[Records drawn from a dataset]
^^^^
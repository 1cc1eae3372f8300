import { spawn } from "node:child_process";
import { accessSync, constants } from "node:fs";
import { delimiter, join } from "node:path";
import { createInterface } from "node:readline";
import { stripVTControlCharacters } from "node:util";
import { isEnding, whenEnding } from "./lifetime.mjs";
import { Trouble } from "./trouble.mjs";

const KEPT_LINES = 25;
const GRACE_MS = 10_000;

/**
 * @typedef {object} Program a running program
 * @property {number} pid
 * @property {() => boolean} isRunning
 * @property {Promise<{ code: number | null, signal: NodeJS.Signals | null }>} exited
 * @property {() => string[]} lastLines what it wrote last, where its output is caught
 * @property {() => Promise<void>} stop asks it to end, makes it after the time of grace
 */

/**
 * Finds a program; system programs count even where the search path leaves out /usr/sbin.
 *
 * @param {string} name
 * @returns {string | null} its path
 */
export function findProgram(name) {
  const folders = [...(process.env.PATH ?? "").split(delimiter), "/usr/local/sbin", "/usr/sbin", "/sbin"];
  for (const folder of folders.filter(Boolean)) {
    try {
      accessSync(join(folder, name), constants.X_OK);
      return join(folder, name);
    } catch {
      // Not in this folder.
    }
  }
  return null;
}

/**
 * Starts a program in a process group of its own, so that Ctrl-C reaches it through this script alone, in order.
 * The system ends it if this script is killed.
 *
 * @param {string} command
 * @param {string[]} args
 * @param {object} [options]
 * @param {string} [options.cwd]
 * @param {NodeJS.ProcessEnv} [options.env] instead of this script's own
 * @param {"catch" | "show" | number | ((line: string, stream: "out" | "err") => void)} [options.output] a number is an open file
 * @param {number} [options.keptLines] how many of its last lines are kept
 * @param {number} [options.graceMs] how long it may take to end once it is asked to
 * @returns {Program}
 * @throws {Trouble} while the script is being ended
 */
export function launch(
  command,
  args,
  { cwd, env, output = "catch", keptLines = KEPT_LINES, graceMs = GRACE_MS } = {},
) {
  if (isEnding()) throw new Trouble("Nothing new is started while everything is being stopped.");
  const reaper = findProgram("setpriv");
  const [file, all] = reaper ? [reaper, ["--pdeathsig", "TERM", "--", command, ...args]] : [command, args];
  const sink = output === "show" ? "inherit" : typeof output === "number" ? output : "pipe";
  const plain = sink === "inherit" && process.stdout.isTTY ? {} : { NO_COLOR: "1", FORCE_COLOR: undefined };
  const child = spawn(file, all, {
    cwd,
    env: { ...(env ?? process.env), ...plain },
    detached: true,
    stdio: ["ignore", sink, sink],
  });

  /** @type {string[]} */
  const lines = [];
  const streams = /** @type {const} */ ([
    ["out", child.stdout],
    ["err", child.stderr],
  ]);
  for (const [name, stream] of streams) {
    if (!stream) continue;
    createInterface({ input: stream }).on("line", (line) => {
      if (typeof output === "function") output(line, name);
      // Some programs colour what they say even where nobody sees it.
      lines.push(stripVTControlCharacters(line));
      if (lines.length > keptLines) lines.shift();
    });
  }

  let running = true;
  /** @type {Program["exited"]} */
  const exited = new Promise((resolve) => {
    child.on("error", (error) => {
      lines.push(error.message);
      running = false;
      resolve({ code: 127, signal: null });
    });
    child.on("close", (code, signal) => {
      running = false;
      resolve({ code, signal });
    });
  });

  /** @type {Program["stop"]} */
  const stop = async () => {
    if (!running || child.pid === undefined) return;
    const force = setTimeout(() => signalGroup(child.pid, "SIGKILL"), graceMs);
    signalGroup(child.pid, "SIGTERM");
    await exited;
    clearTimeout(force);
  };
  const forget = whenEnding(stop);
  exited.then(forget);
  return { pid: child.pid ?? -1, isRunning: () => running, exited, lastLines: () => [...lines], stop };
}

/**
 * @param {number | undefined} pid
 * @param {NodeJS.Signals} signal
 */
function signalGroup(pid, signal) {
  try {
    if (pid) process.kill(-pid, signal);
  } catch {
    // It has ended already.
  }
}

/**
 * Runs a program to its end.
 *
 * @param {string} command
 * @param {string[]} args
 * @param {Parameters<typeof launch>[2] & { failure?: string }} [options] `failure`: the sentence for a bad end
 * @throws {Trouble} with the sentence and the program's last lines, where it fails and a sentence is given; while the script is being ended
 */
export async function run(command, args, options = {}) {
  const program = launch(command, args, options);
  const { code, signal } = await program.exited;
  if (isEnding()) throw new Trouble(`${command} was stopped.`);
  if (code !== 0 && options.failure) throw new Trouble(options.failure, program.lastLines());
  return { code: code ?? 1, signal, lines: program.lastLines() };
}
^^^^
**WHAT YOU NEED TO DO**
Each entry is to be written out exactly as it was given.

**SOLUTION FOR THIS TASK**
repository 1cc1eae3372f8300
import { spawn } from "node:child_process";
import { accessSync, constants } from "node:fs";
import { delimiter, join } from "node:path";
import { createInterface } from "node:readline";
import { stripVTControlCharacters } from "node:util";
import { isEnding, whenEnding } from "./lifetime.mjs";
import { Trouble } from "./trouble.mjs";

const KEPT_LINES = 25;
const GRACE_MS = 10_000;

/**
 * @typedef {object} Program a running program
 * @property {number} pid
 * @property {() => boolean} isRunning
 * @property {Promise<{ code: number | null, signal: NodeJS.Signals | null }>} exited
 * @property {() => string[]} lastLines what it wrote last, where its output is caught
 * @property {() => Promise<void>} stop asks it to end, makes it after the time of grace
 */

/**
 * Finds a program; system programs count even where the search path leaves out /usr/sbin.
 *
 * @param {string} name
 * @returns {string | null} its path
 */
export function findProgram(name) {
  const folders = [...(process.env.PATH ?? "").split(delimiter), "/usr/local/sbin", "/usr/sbin", "/sbin"];
  for (const folder of folders.filter(Boolean)) {
    try {
      accessSync(join(folder, name), constants.X_OK);
      return join(folder, name);
    } catch {
      // Not in this folder.
    }
  }
  return null;
}

/**
 * Starts a program in a process group of its own, so that Ctrl-C reaches it through this script alone, in order.
 * The system ends it if this script is killed.
 *
 * @param {string} command
 * @param {string[]} args
 * @param {object} [options]
 * @param {string} [options.cwd]
 * @param {NodeJS.ProcessEnv} [options.env] instead of this script's own
 * @param {"catch" | "show" | number | ((line: string, stream: "out" | "err") => void)} [options.output] a number is an open file
 * @param {number} [options.keptLines] how many of its last lines are kept
 * @param {number} [options.graceMs] how long it may take to end once it is asked to
 * @returns {Program}
 * @throws {Trouble} while the script is being ended
 */
export function launch(
  command,
  args,
  { cwd, env, output = "catch", keptLines = KEPT_LINES, graceMs = GRACE_MS } = {},
) {
  if (isEnding()) throw new Trouble("Nothing new is started while everything is being stopped.");
  const reaper = findProgram("setpriv");
  const [file, all] = reaper ? [reaper, ["--pdeathsig", "TERM", "--", command, ...args]] : [command, args];
  const sink = output === "show" ? "inherit" : typeof output === "number" ? output : "pipe";
  const plain = sink === "inherit" && process.stdout.isTTY ? {} : { NO_COLOR: "1", FORCE_COLOR: undefined };
  const child = spawn(file, all, {
    cwd,
    env: { ...(env ?? process.env), ...plain },
    detached: true,
    stdio: ["ignore", sink, sink],
  });

  /** @type {string[]} */
  const lines = [];
  const streams = /** @type {const} */ ([
    ["out", child.stdout],
    ["err", child.stderr],
  ]);
  for (const [name, stream] of streams) {
    if (!stream) continue;
    createInterface({ input: stream }).on("line", (line) => {
      if (typeof output === "function") output(line, name);
      // Some programs colour what they say even where nobody sees it.
      lines.push(stripVTControlCharacters(line));
      if (lines.length > keptLines) lines.shift();
    });
  }

  let running = true;
  /** @type {Program["exited"]} */
  const exited = new Promise((resolve) => {
    child.on("error", (error) => {
      lines.push(error.message);
      running = false;
      resolve({ code: 127, signal: null });
    });
    child.on("close", (code, signal) => {
      running = false;
      resolve({ code, signal });
    });
  });

  /** @type {Program["stop"]} */
  const stop = async () => {
    if (!running || child.pid === undefined) return;
    const force = setTimeout(() => signalGroup(child.pid, "SIGKILL"), graceMs);
    signalGroup(child.pid, "SIGTERM");
    await exited;
    clearTimeout(force);
  };
  const forget = whenEnding(stop);
  exited.then(forget);
  return { pid: child.pid ?? -1, isRunning: () => running, exited, lastLines: () => [...lines], stop };
}

/**
 * @param {number | undefined} pid
 * @param {NodeJS.Signals} signal
 */
function signalGroup(pid, signal) {
  try {
    if (pid) process.kill(-pid, signal);
  } catch {
    // It has ended already.
  }
}

/**
 * Runs a program to its end.
 *
 * @param {string} command
 * @param {string[]} args
 * @param {Parameters<typeof launch>[2] & { failure?: string }} [options] `failure`: the sentence for a bad end
 * @throws {Trouble} with the sentence and the program's last lines, where it fails and a sentence is given; while the script is being ended
 */
export async function run(command, args, options = {}) {
  const program = launch(command, args, options);
  const { code, signal } = await program.exited;
  if (isEnding()) throw new Trouble(`${command} was stopped.`);
  if (code !== 0 && options.failure) throw new Trouble(options.failure, program.lastLines());
  return { code: code ?? 1, signal, lines: program.lastLines() };
}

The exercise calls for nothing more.